I have ran an unreal amount of pounds of deer, buffalo and elk through mine in the last 7 plus years not to mention when it has been borrowed out (and it is on the original belts yet). I'm guessing when I put it together I probably spent around $350 scrounging for good deals on the parts. The only part I have replaced is the power switch, that is the nicest part of putting one of these together... you can also fix it.

Mine is a 3/4 horse motor and a #32 grinder, but other wise I followed the plans I found - http://www.sausagemania.com/grinder.html

Here is the one I put together -


----------



## SmokinAl (Nov 9, 2011)

Nice job on the grinder build!


----------



## venture (Nov 9, 2011)

The amazing things we can see on this forum.  Thanks for the pics!

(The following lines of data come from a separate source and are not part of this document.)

//! Event-driven exact integration of a piecewise-linear circuit, and the
//! periodic steady state by shooting (Newton on the initial state with the
//! monodromy matrix, saltation included).
//!
//! Within a topology `z(t0 + tau) = expm(F tau) z(t0)` exactly.  The period is
//! marched on a uniform grid with the cached step matrix `expm(F h)`; at each
//! grid step every switch's condition (current of an on device, voltage of an
//! off device) is checked, and a crossing is located by bisection on the
//! dyadic table `expm(F h / 2^i)` (one matrix-vector product per level, to
//! `h / 2^30`).  After a switch flips, the new topology is "settled": any
//! device whose condition is now violated flips too, one at a time.
//!
//! Steady state: the map from the state at t = 0 to the state at t = T is
//! smooth away from grazing events; its Jacobian is the product of the step
//! matrices and, at each state-triggered event, the saltation matrix
//! `I + (F+ z - F- z) c^T / (c^T F- z)` (Aizerman and Gantmacher 1958; see
//! e.g. Leine and Nijmeijer, *Dynamics and Bifurcations of Non-Smooth
//! Mechanical Systems*, Springer 2004, ch. 7).  Newton on `P(x0) - x0 = 0`
//! converges in a few periods whatever the circuit's time constants.

use super::circuit::{Circuit, Element, SwitchKind, Topology};
use super::linalg::{Lu, Mat};
use std::collections::HashMap;
use std::rc::Rc;
use std::sync::Arc;

/// Hasher for topology keys (a `u64` bit set of switch states): one
/// multiply-rotate per key (the "Fx" hash of the Rust compiler, common
/// practice) instead of SipHash, whose flood resistance these internal
/// keys do not need.  Lookups sit in the engine's inner loops.
#[derive(Default, Clone, Copy)]
pub struct KeyHasher(u64);

impl std::hash::Hasher for KeyHasher {
    fn finish(&self) -> u64 {
        self.0
    }
    fn write(&mut self, bytes: &[u8]) {
        for &b in bytes {
            self.write_u64(b as u64);
        }
    }
    fn write_u64(&mut self, x: u64) {
        self.0 = (self.0.rotate_left(5) ^ x).wrapping_mul(0x51_7c_c1_b7_27_22_0a_95);
    }
}

/// A map keyed by topology key.
pub type KeyMap<V> = HashMap<u64, V, std::hash::BuildHasherDefault<KeyHasher>>;

/// Gauss-Legendre nodes and weights on [-1, 1], 4 points (Abramowitz and
/// Stegun, Table 25.4), for pieces cut by a switching instant: within a piece
/// the state is a smooth sum of the circuit's modes (kinks sit at the piece
/// ends), and the rule's error is about `(omega tau)^8 / 3.5e9` of a component
/// at angular frequency omega over a piece of length tau.
pub const GL4_X: [f64; 4] = [
    -0.861_136_311_594_052_6,
    -0.339_981_043_584_856_3,
    0.339_981_043_584_856_3,
    0.861_136_311_594_052_6,
];
pub const GL4_W: [f64; 4] = [
    0.347_854_845_137_453_9,
    0.652_145_154_862_546_1,
    0.652_145_154_862_546_1,
    0.347_854_845_137_453_9,
];

/// Solver error: what failed and a hint.
#[derive(Debug, Clone, PartialEq)]
pub struct SolveError {
    pub reason: String,
    pub hint: String,
}

impl std::fmt::Display for SolveError {
    fn fmt(&self, f: &mut std::fmt::Formatter<'_>) -> std::fmt::Result {
        write!(f, "{} ({})", self.reason, self.hint)
    }
}

fn fail(reason: &str, hint: &str) -> SolveError {
    SolveError {
        reason: reason.into(),
        hint: hint.into(),
    }
}

/// The dyadic table `E_i = expm(F h / 2^i)`, i = 0..=TABLE_LEVELS.
///
/// Built upward from a fine level in the "minus identity" form
/// `D_i = E_i - I`: the finest level `L >= TABLE_LEVELS` is the first whose
/// scaled norm `theta = |F| h / 2^L` is at most `TAYLOR_THETA`; `D_L` is its
/// Taylor series to degree 6 (truncation below `theta^7 / 7!`, about 2e-25
/// relative); then `D_{i-1} = 2 D_i + D_i^2`, which is `E_{i-1} = E_i^2`
/// written so that the identity never swamps the small entries (the slow
/// modes of a stiff circuit keep their digits; this is the doubling step of
/// `expm1`-style scaling and squaring, e.g. Higham, *Functions of Matrices*,
/// SIAM 2008, sec. 10.3 and problem 10.7).  One matrix product per level.
/// A stiff topology (a leakage path through an inductor) only starts a few
/// levels finer.  Checked against `expm` at every level in the tests below.
pub fn dyadic_table(f: &Mat, h_s: f64) -> Option<Vec<Mat>> {
    let n = f.rows;
    let mut table: Vec<Mat> = Vec::with_capacity(TABLE_LEVELS + 1);
    dyadic_levels(f, h_s, |_, d| {
        let mut e = d.clone();
        for k in 0..n {
            e.data[k * n + k] += 1.0;
        }
        table.push(e);
    })?;
    // Built finest first; the table is indexed coarsest first.
    table.reverse();
    Some(table)
}

/// The levels of `dyadic_table` in the "minus identity" form `D_i = E_i -
/// I`, finest first: `visit(i, D_i)` for i = TABLE_LEVELS down to 0 (so
/// that a caller keeps what it needs of each without a copy per level);
/// `None` when they are not finite.
pub fn dyadic_levels(f: &Mat, h_s: f64, mut visit: impl FnMut(usize, &Mat)) -> Option<()> {
    const TAYLOR_THETA: f64 = 1e-3;
    let n = f.rows;
    if f.data.iter().any(|x| !x.is_finite()) {
        return None;
    }
    let norm = f.norm_1() * h_s;
    let mut finest_level = TABLE_LEVELS;
    while norm / 2f64.powi(finest_level as i32) > TAYLOR_THETA {
        finest_level += 1;
        if finest_level > TABLE_LEVELS + 200 {
            return None;
        }
    }
    let a = f.scale(h_s / 2f64.powi(finest_level as i32));
    // Where the rows of every power of F (and so of every D) can be
    // nonzero, and of I + such a sum (`nonzero_ranges`): the products below
    // skip the rest (the oscillator rows are zero outside their pair, the
    // parameter and constant rows zero), bit for bit the full products.
    let (ranges, ranges_i) = nonzero_ranges(f);
    // D = A + A^2/2! + ... + A^6/6!  (Horner: A (I + A/2 (I + A/3 (... (I + A/6))))).
    let mut d = Mat::identity(n);
    let mut tmp = Mat::zeros(n, n);
    for k in (2..=6).rev() {
        a.mul_into_ranges(&d, &mut tmp, &ranges_i);
        let inv = 1.0 / k as f64;
        for (o, x) in d.data.iter_mut().zip(&tmp.data) {
            *o = x * inv;
        }
        for i in 0..n {
            d.data[i * n + i] += 1.0;
        }
    }
    a.mul_into_ranges(&d, &mut tmp, &ranges_i);
    std::mem::swap(&mut d, &mut tmp);
    let mut level = finest_level;
    // (A level that is not finite leaves every coarser one not finite in
    // the same entry, `2 D + D^2` keeping its `2 D` term: only the last is
    // checked.)
    if level == TABLE_LEVELS {
        visit(level, &d);
    }
    while level > 0 {
        d.mul_into_ranges(&d, &mut tmp, &ranges);
        for (o, x) in tmp.data.iter_mut().zip(&d.data) {
            *o += 2.0 * x;
        }
        std::mem::swap(&mut d, &mut tmp);
        level -= 1;
        if level <= TABLE_LEVELS {
            visit(level, &d);
        }
    }
    // (`E_0 = D_0 + I` is finite where `D_0` is.)
    if !d.data.iter().all(|x| x.is_finite()) {
        return None;
    }
    Some(())
}

/// Columns `lo .. hi` of a row (see `nonzero_ranges`).
pub type ColRange = (usize, usize);

/// For each row `k` of `f`: the columns `lo .. hi` outside which row `k`
/// of every power `f^j`, `j >= 1`, is zero (the hull of the columns reachable
/// from `k` by a path of nonzero entries), and the same with `k` itself
/// added (the rows of `I + ...`).  An empty row is `(0, 0)`.  Exact: an
/// entry outside is a sum of products each with an exact zero factor.
pub fn nonzero_ranges(f: &Mat) -> (Vec<ColRange>, Vec<ColRange>) {
    let n = f.rows;
    // reach[k * n + j]: a path of length >= 1 from k to j.
    let mut reach: Vec<bool> = f.data.iter().map(|x| *x != 0.0).collect();
    for m in 0..n {
        for k in 0..n {
            if reach[k * n + m] {
                for j in 0..n {
                    if reach[m * n + j] {
                        reach[k * n + j] = true;
                    }
                }
            }
        }
    }
    let hull = |k: usize, with_k: bool| -> (usize, usize) {
        let row = &reach[k * n..(k + 1) * n];
        let lo = (0..n).find(|&j| row[j] || (with_k && j == k));
        let hi = (0..n).rev().find(|&j| row[j] || (with_k && j == k));
        match (lo, hi) {
            (Some(l), Some(h)) => (l, h + 1),
            _ => (0, 0),
        }
    };
    (
        (0..n).map(|k| hull(k, false)).collect(),
        (0..n).map(|k| hull(k, true)).collect(),
    )
}

/// Levels of the dyadic table: times are resolved to `h / 2^TABLE_LEVELS`
/// (about 1e-12 of a period at the default grid).
pub const TABLE_LEVELS: usize = 30;

/// Newton periods march in strides of `2^COARSE_LEVELS` grid steps (the
/// integration is exact whatever the step; the step only bounds how short a
/// conduction pulse the event check can miss).  The recording period uses
/// the grid step, and its periodicity is checked.
pub const COARSE_LEVELS: usize = 3;

/// Work bounds of one engine (a solve never hangs): periods marched, and
/// switching events over all of them.
pub const MAX_RUNS: usize = 600;
pub const MAX_TOTAL_EVENTS: usize = 60_000;

/// The reasons of the errors for a run or an engine over its event bound
/// (`Engine::max_events`, `MAX_TOTAL_EVENTS`).
pub const CHATTER_RUN: &str = "too many switching events";
pub const CHATTER_TOTAL: &str =
    "outside what this solver handles: too many switching events in this solve";

/// Whether a solve failed on an event bound (devices that chatter).
pub fn is_chatter(e: &SolveError) -> bool {
    e.reason == CHATTER_RUN || e.reason == CHATTER_TOTAL
}

/// Cached data of one topology.
pub struct TopoData {
    pub topo: Topology,
    /// The topology's key (`Engine::key` of its switch states).
    pub key: u64,
    /// `expm(F h)` for the grid step.
    pub step: Mat,
    /// `table[i] = expm(F h / 2^i)` for i = 0, 1 (the step and the half
    /// step, which the output stage reads as matrices).  Every level (the
    /// table to i = TABLE_LEVELS, and the coarse strides) is in `packed`:
    /// any time in a step, rounded to the finest level, is a product of
    /// these (they commute), so the state anywhere costs at most one
    /// matrix-vector product per level, and bisection for a switching
    /// instant costs one per level.
    pub table: Vec<Mat>,
    /// Condition row of each switch in this topology (current if on, voltage
    /// minus threshold if off).
    pub cond: Vec<Vec<f64>>,
    /// Every level (tick bit `b` = 0 ..= TABLE_LEVELS + COARSE_LEVELS:
    /// `expm(F h 2^(b - TABLE_LEVELS))`, the table's level `TABLE_LEVELS -
    /// b` up to the step, then the step squared `b - TABLE_LEVELS` times)
    /// packed for `apply_level`: the rows of the physical states by columns, then
    /// each oscillator pair's 2 x 2 block (row-major).  The rest of a level
    /// is structural: an oscillator row is zero outside its pair (its
    /// state-matrix rows are the rotation alone) and the parameter and
    /// constant rows are rows of the identity.
    packed: Vec<f64>,
    /// Physical states and oscillator pairs (the packing's shape).
    nx: usize,
    n_osc: usize,
}

impl TopoData {
    /// Length of one packed level.
    fn packed_len(&self) -> usize {
        packed_len(self.nx, self.n_osc)
    }
}

fn packed_len(nx: usize, n_osc: usize) -> usize {
    nx * (nx + 2 * n_osc + 2) + 4 * n_osc
}

/// Pack a level matrix (see `TopoData::packed`); in debug builds, check
/// that what is left out is the structure it is taken to be.
fn pack_level(m: &Mat, nx: usize, n_osc: usize, out: &mut Vec<f64>) {
    let nz = m.cols;
    debug_assert_eq!(nz, nx + 2 * n_osc + 2);
    let d = &m.data[..nz * nz];
    let start = out.len();
    out.resize(start + nx * nz, 0.0);
    let cols = &mut out[start..];
    for (i, row) in d.chunks_exact(nz).take(nx).enumerate() {
        for (c, &v) in cols.chunks_exact_mut(nx).zip(row) {
            c[i] = v;
        }
    }
    for q in 0..n_osc {
        let c = nx + 2 * q;
        let r0 = &d[c * nz + c..c * nz + c + 2];
        let r1 = &d[(c + 1) * nz + c..(c + 1) * nz + c + 2];
        out.extend([r0[0], r0[1], r1[0], r1[1]]);
    }
    if cfg!(debug_assertions) {
        for i in nx..nz {
            for j in 0..nz {
                let in_pair = i < nz - 2 && j >= nx && (j - nx) / 2 == (i - nx) / 2;
                if !in_pair {
                    let want = if i >= nz - 2 && i == j { 1.0 } else { 0.0 };
                    debug_assert!(m.at(i, j) == want, "level structure at ({i}, {j})");
                }
            }
        }
    }
}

Good luck and good smoking.


----------



## jalan43 (Nov 10, 2011)

That's a great grinder. Size is good and easy to fix if you need too!


----------



## michiganman (Dec 28, 2011)

who makes the #32 in the picture???


----------



## mossymo (Dec 28, 2011)

michiganman said:


> who makes the #32 in the picture???




I have no idea of the brand of the grinder, I picked it up off eBay; here is another listing for one right now - http://www.ebay.com/itm/150724507532

One thing to make sure of when purchasing a grinder that is for it to have ball bearings and not a bushing if you are setting up the grinder to be motorized and belt/pulley driven. Bushings will wear out quite fast, where the ball bearings in mine are now many years old and showing no signs of wear after grinding at least a few thousand pounds of meat.


----------



## michiganman (Dec 29, 2011)

im surprised you got that much wear out of it,as most of the grinders are made in china .I just sent back my #32 to place i bought it. the Model is from a main company here .It was very poorly made. Has a plastic bushing ,and slop from busing to shaft was 1/16? already.the plates after washing 3 times had major black tarnish color on them. Problem is it gets expensive sending/ buying with shipping cost so high .Glad your grinder is holding out,JIM


----------